There was no answer. Silence prevailed. He wanted to eat the unusual soup, a grilled lemon sole, a piece of cheese – Taleggio, perhaps, or Manchego – and drink a chilled Sancerre and then something robust from Sardinia. He longed to share this feast with one of his friends, with all his friends, with Graham, some day soon. He would be cook, however fragile his health, whatever fate the medics decided was in store for him.
— I love that chocolate mousse you make, Harry.
— I know you do, Jessie dear.
— It’s that flavour of rosemary I like so much. Do it for me the next time you ask me round to your house.
— How can I say no?
He could say no because she wasn’t alive any more. She’d died – when? – three years ago, very suddenly, in that London hospital most resembling a luxury hotel. She had asked him and Graham to let her know what happened in her favourite television soap opera that evening: would the mad Indian solicitor murder her shopkeeper lover, as she threatened to do in the previous instalment?
— We’ll record it for you, Jess, said Graham, taking her cold hand and kissing it.
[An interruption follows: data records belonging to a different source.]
def test_cli_exit_status_and_json(demo_archive_path, tmp_path, capsys):
    out = tmp_path / "p101.html"
    assert cli_main(["report", str(demo_archive_path), "--machine", "P-101", "-o", str(out),
                     "--json"]) == 0                     # P-101 stays ok
    d = json.loads(capsys.readouterr().out)
    assert d["report"] == str(out) and out.is_file() and "pages" not in d
    assert d["states"]["ok"] == 3 and d["worst"] == "ok" and d["exit_status"] == 0
    assert cli_main(["report", str(demo_archive_path), "--machine", "Q-9",
                     "-o", str(tmp_path / "q.pdf")]) == 2
    err = capsys.readouterr().err
    assert "no machine 'Q-9'" in err and "P-101, P-102" in err
    docx = tmp_path / "p102.docx"
    assert cli_main(["report", str(demo_archive_path), "--machine", "P-102",
                     "-o", str(docx)]) == 2
    assert ".docx" in capsys.readouterr().err and not docx.exists()
    assert cli_main(["report", str(demo_archive_path), "--survey", "1999-01-01",
                     "-o", str(tmp_path / "s.pdf")]) == 2
    assert list(tmp_path.iterdir()) == [out]


def test_cancel_leaves_no_file_and_progress_counts(arc, tmp_path):
    steps = []
    with pytest.raises(ReportCancelled):
        machine_report(arc, SITE, "P-102", progress=lambda *a: steps.append(a),
                       cancel=lambda: len(steps) >= 1)
    assert steps == [(1, 4, "P-102 motor DE H")]
    seen = []
    data = machine_report(arc, SITE, "P-102", progress=lambda *a: seen.append(a))
    assert [s[0] for s in seen] == [1, 2, 3, 4] and all(s[1] == 4 for s in seen)
    stop = threading.Event()
    target = tmp_path / "p102.pdf"
    with pytest.raises(ReportCancelled):
        render(data, target, progress=lambda *a: stop.set(), cancel=stop)
    assert list(tmp_path.iterdir()) == []
    with pytest.raises(ReportCancelled):
        survey_report(arc, cancel=lambda: True)
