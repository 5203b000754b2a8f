"""Tests of the delimited-text reader and writer (CSV, TSV, whitespace columns)."""

from __future__ import annotations

import numpy as np
import pytest
from hypothesis import HealthCheck, given, settings
from hypothesis import strategies as st

from engine.errors import InputError
from engine.io import read_recording
from engine.io.csvfile import read_csv, write_csv
from engine.recording import Channel, Recording


def write(tmp_path, name: str, text: str):
    path = tmp_path / name
    path.write_text(text, encoding="utf-8")
    return path


def test_comma_with_time_column(tmp_path):
    fs = 1000.0
    lines = ["time,accel_x,accel_y"] + [f"{i / fs!r},{0.5 * i},{-i}" for i in range(300)]
    rec = read_csv(write(tmp_path, "a.csv", "\n".join(lines)))
    assert rec.fs_hz == pytest.approx(fs, rel=1e-12)
    assert [c.name for c in rec.channels] == ["accel_x", "accel_y"]
    np.testing.assert_array_equal(rec.channels[0].samples, 0.5 * np.arange(300))
    assert rec.quality == [] and rec.channels[1].unit == "g"


def test_semicolon_with_decimal_comma_and_comments_anywhere(tmp_path):
    text = ("# exported from a data logger\n"
            "Zeit;Kanal 1;Kanal 2\n"
            "# start of data\n"
            "0,000;1,5;-2,25\n"
            "\n"
            "0,001;2,5;3\n"
            "   # a comment in the middle\n"
            "0,002;-0,5;1e-3\n"
            "# end\n")
    rec = read_csv(write(tmp_path, "de.csv", text), time_column="Zeit", input_unit="m/s2")
    assert rec.fs_hz == pytest.approx(1000.0)
    assert [c.name for c in rec.channels] == ["Kanal 1", "Kanal 2"]
    np.testing.assert_array_equal(rec.channels[0].samples, [1.5, 2.5, -0.5])
    np.testing.assert_array_equal(rec.channels[1].samples, [-2.25, 3.0, 1e-3])
    assert rec.channels[0].unit == "m/s2"


@pytest.mark.parametrize("sep", ["\t", "   ", " \t "])
def test_tab_and_whitespace_columns(tmp_path, sep):
    text = sep.join(["t", "a", "b"]) + "\n" + "\n".join(
        sep.join([f"{i / 512!r}", f"{i}", f"{2 * i}"]) for i in range(64))
    rec = read_csv(write(tmp_path, "w.tsv", text))
    assert rec.fs_hz == pytest.approx(512.0)
    np.testing.assert_array_equal(rec.channels[1].samples, 2.0 * np.arange(64))


def test_tab_with_decimal_comma(tmp_path):
    text = "time\tv\n0\t0,5\n0,5\t1,25\n1\t-3,5\n"
    rec = read_csv(write(tmp_path, "t.txt", text))
    assert rec.fs_hz == pytest.approx(2.0)
    np.testing.assert_array_equal(rec.channels[0].samples, [0.5, 1.25, -3.5])


def test_single_column_needs_a_sample_rate(tmp_path):
    path = write(tmp_path, "one.csv", "velocity\n1.0\n2.0\n3.5\n")
    with pytest.raises(InputError, match="one.csv: no time column.*--sample-rate"):
        read_csv(path)
    rec = read_csv(path, sample_rate_hz=100.0, input_unit="mm/s")
    assert rec.fs_hz == 100.0 and rec.channels[0].name == "velocity"
    np.testing.assert_array_equal(rec.channels[0].samples, [1.0, 2.0, 3.5])


def test_time_column_by_index_and_in_milliseconds(tmp_path):
    text = "stamp,x\n" + "\n".join(f"{2 * i},{i}" for i in range(10))
    path = write(tmp_path, "idx.csv", text)
    assert read_csv(path, time_column=0).fs_hz == pytest.approx(0.5)  # seconds
    ms = write(tmp_path, "ms.csv", text.replace("stamp", "time_ms"))
    assert read_csv(ms).fs_hz == pytest.approx(500.0)  # 2 ms steps
    with pytest.raises(InputError, match="idx.csv: no column named 'clock'.*'stamp', 'x'"):
        read_csv(path, time_column="clock")
    with pytest.raises(InputError, match="idx.csv: time column 5 does not exist"):
        read_csv(path, time_column=5)


def test_rounded_time_text_is_not_uneven(tmp_path):
    # 25.6 kHz written to the microsecond: steps alternate 39 µs / 40 µs, which is the
    # rounding of the text, not an uneven clock.  The rate comes from the whole span.
    fs = 25600.0
    n = 5000
    text = "time,a\n" + "\n".join(f"{i / fs:.6f},{float(np.sin(i))!r}" for i in range(n))
    rec = read_csv(write(tmp_path, "us.csv", text))
    assert rec.quality == []
    assert rec.fs_hz == pytest.approx(fs, rel=1e-5)


def test_uneven_time_warns(tmp_path):
    t = np.arange(400) / 1000.0
    t[200:] += 0.0005  # one step half as long again
    text = "t,x\n" + "\n".join(f"{float(v)!r},1.0" for v in t)
    rec = read_csv(write(tmp_path, "jitter.csv", text))
    assert [(q.code, q.severity) for q in rec.quality] == [("uneven_time", "warning")]
    assert "jitter.csv" in rec.quality[0].message and "50" in rec.quality[0].message
    assert rec.fs_hz == pytest.approx(1000.0)  # from the median step


def test_time_that_goes_back_is_an_error(tmp_path):
    path = write(tmp_path, "back.csv", "time,x\n0.0,1\n0.1,2\n# note\n0.05,3\n0.2,4\n")
    with pytest.raises(InputError, match="back.csv: line 5: time in column 'time' does not increase"):
        read_csv(path)
    dup = write(tmp_path, "dup.csv", "time,x\n0.0,1\n0.0,2\n")
    with pytest.raises(InputError, match="dup.csv: line 3"):
        read_csv(dup)


def test_time_and_sample_rate_must_agree(tmp_path):
    path = write(tmp_path, "agree.csv", "time,x\n0,1\n0.01,2\n0.02,3\n")
    assert read_csv(path, sample_rate_hz=100.0).fs_hz == pytest.approx(100.0)
    with pytest.raises(InputError, match="agree.csv: time column 'time' gives 100 Hz but 200 Hz"):
        read_csv(path, sample_rate_hz=200.0)


@pytest.mark.parametrize("text,fragment", [
    ("time,x\n0,1\n0.1,2,3\n", "line 3 has 3 columns; expected 2"),
    ("time,x\n0,1\n0.1,\n", "line 3, column 2 ('x') is empty"),
    ("# c\ntime;x\n0;1\n0,1;abc\n", "line 4, column 2 ('x'): 'abc' is not a number"),
    ("time,x\n0,1\n0.1,inf\n", "line 3, column 2 ('x'): 'inf' is not a number"),
    ("time,x\n0,1\n0.1,1.234.5\n", "'1.234.5' is not a number"),
    ("0.0,1.0\n0.1,2.0\n", "line 1 holds numbers; expected a header row"),
    ("time,,x\n0,1,2\n", "column 2 has no name"),
    ("time,x\n", "no data rows"),
    ("# only comments\n\n", "no header row"),
    ("time,x\n0,1\n", "at least two are needed"),
    ("time,x\nnan,1\n1,2\n", "line 2: time column 'time' holds nan"),
    ("time\n0\n1\n", "only a time column"),
])
def test_bad_text_raises_naming_file_and_place(tmp_path, text, fragment):
    path = write(tmp_path, "bad_input.csv", text)
    with pytest.raises(InputError) as err:
        read_csv(path)
    assert "bad_input.csv" in str(err.value) and fragment in str(err.value)


def test_nan_literal_becomes_nan_and_is_caught_by_the_quality_check(tmp_path):
    rows = [f"{i / 1000!r},{'NaN' if i == 7 else ('nan' if i == 9 else float(np.sin(i)))}"
            for i in range(512)]
    path = write(tmp_path, "gaps.csv", "time,x\n" + "\n".join(rows))
    x = read_csv(path).channels[0].samples
    assert np.isnan(x[7]) and np.isnan(x[9]) and np.isfinite(np.delete(x, [7, 9])).all()
    rec = read_recording(path)
    assert [(q.code, q.severity, q.channel) for q in rec.quality] == [("non_finite", "error", 0)]
    assert "2 of 512" in rec.quality[0].message


def test_quoted_header_names(tmp_path):
    path = write(tmp_path, "q.csv", '"time","DE H"\n0,1\n0.5,2\n')
    rec = read_csv(path)
    assert rec.channels[0].name == "DE H" and rec.fs_hz == pytest.approx(2.0)


@pytest.mark.parametrize("delimiter", [",", ";", "\t"])
@pytest.mark.parametrize("with_time", [True, False])
def test_write_read_round_trip_is_exact(tmp_path, rng, delimiter, with_time):
    data = rng.normal(0.0, 3.0, size=(3, 700))
    data[1, 5] = np.nan
    rec = Recording(12800.0, [Channel(d, "g", f"p{i}") for i, d in enumerate(data)], "mem")
    path = write_csv(tmp_path / "rt.csv", rec, with_time=with_time, delimiter=delimiter)
    back = read_csv(path, sample_rate_hz=None if with_time else 12800.0)
    assert back.fs_hz == pytest.approx(12800.0, rel=1e-12)
    assert [c.name for c in back.channels] == ["p0", "p1", "p2"]
    for want, ch in zip(data, back.channels):
        np.testing.assert_array_equal(ch.samples, want)  # NaN compares equal here


def test_write_csv_refuses_names_holding_the_delimiter(tmp_path):
    rec = Recording(10.0, [Channel(np.zeros(3), "g", "a,b")])
    with pytest.raises(InputError, match="n.csv: channel name 'a,b'"):
        write_csv(tmp_path / "n.csv", rec)


def test_read_recording_for_text_suffixes(tmp_path):
    for suffix in (".csv", ".tsv", ".txt"):
        path = write(tmp_path, "s" + suffix, "t\tx\n" + "\n".join(f"{i / 300!r}\t{i % 7}"
                                                                 for i in range(300)))
        rec = read_recording(path, channel_names=["DE-A"])
        assert rec.channels[0].name == "DE-A" and rec.fs_hz == pytest.approx(300.0)
        assert [q.code for q in rec.quality] == []
    with pytest.raises(InputError, match="s.txt: a variable name applies to .mat files only"):
        read_recording(tmp_path / "s.txt", variable="x")


# --- property test ---------------------------------------------------------------------

finite = st.floats(allow_nan=False, allow_infinity=False, width=64)


@settings(max_examples=80, deadline=None,
          suppress_health_check=[HealthCheck.function_scoped_fixture])
@given(data=st.data(), n_cols=st.integers(1, 4), n_rows=st.integers(1, 30),
       delimiter=st.sampled_from([",", ";", "\t", " "]), decimal_comma=st.booleans())
def test_property_values_read_back_equal(tmp_path, data, n_cols, n_rows, delimiter,
                                         decimal_comma):
    if delimiter == ",":
        decimal_comma = False  # a decimal comma needs another delimiter
    values = np.array(data.draw(st.lists(st.lists(finite, min_size=n_cols, max_size=n_cols),
                                         min_size=n_rows, max_size=n_rows)))

    def cell(v: float) -> str:
        text = repr(float(v))  # shortest text that reads back to the same float
        return text.replace(".", ",") if decimal_comma else text

    names = [f"a{j}" for j in range(n_cols)]
    lines = [delimiter.join(names)] + [delimiter.join(cell(v) for v in row) for row in values]
    path = write(tmp_path, "prop.csv", "\n".join(lines) + "\n")
    rec = read_csv(path, sample_rate_hz=1000.0)
    assert [c.name for c in rec.channels] == names
    got = np.column_stack([c.samples for c in rec.channels])
    np.testing.assert_array_equal(got, values)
— I haven’t missed an episode in twenty-five years.
— There’s devotion to duty.
As they were watching the solicitor rolling her lustrous eyeballs, the telephone rang. Graham received the news that Miss Chapman was gravely ill. She needed to see her brother desperately. Their journey back to the hospital tested Graham’s driving skills to the limit, for it was raining cats and dogs and elephants and rhinosceroses. The downpour was tropical in its intensity – they might have been in the Philippines, or India during the monsoon season, not south-west London. They arrived too late for a last goodbye.